Interplay between Microscopic Structures and Macroscopic Viscoelastic Properties of Polyampholyte Gels

Abstract

Polyampholyte gels, which have hierarchical structures, exhibit excellent self-healing properties and have great promise for biomaterials and bioengineering. We investigated the relationship between microscopic structures and macroscopic viscoelastic properties of polyampholyte gels and found three factors influencing their viscoelastic properties, including the chemical crosslinking bonds, topological entanglements controlled by monomer concentration, and the ionic bonds. Ionic strength plays a major role on the strength of ionic bonds. A crossover point of elastic modulus and loss modulus was observed in the dynamic frequency sweeps at low monomer concentration or low chemical crosslinking density for gels with intermediate strength of ionic bonds.
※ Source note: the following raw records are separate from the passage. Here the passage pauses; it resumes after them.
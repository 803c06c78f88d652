"""Small geometry helpers shared by the report writers."""

from __future__ import annotations

from collections.abc import Iterable
from typing import Any

__all__ = ["parts"]


def parts(geom: Any) -> Iterable[Any]:
    """The simple parts of a shapely geometry, nested collections flattened; nothing for None or empty."""
    if geom is None or geom.is_empty:
        return
    if hasattr(geom, "geoms"):
        for g in geom.geoms:
            yield from parts(g)
    else:
        yield geom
The solid-liquid transition signaled by the crossover point is a typical feature of dynamic associated gels, representing the dynamical association-dissociation of the ionic bonds and full relaxation of the topological entanglements in the gel network. While the crossover point disappears when the ionic bonds are too weak or too strong to form “permanent” bonds. Consistently, in the non-linear yielding measurement, gels with intermediate strength of the ionic bonds are ductile and yield at very large shear strain due to the self-healing properties and the dynamic association-dissociation of the ionic bonds. But the self-healing properties disappear when the ionic bond strength is too weak or too strong. Our work reveals the mechanism of how the dynamic association-dissociation of ionic bonds influences both the linear and non-linear viscoelastic properties of the polyampholyte gels.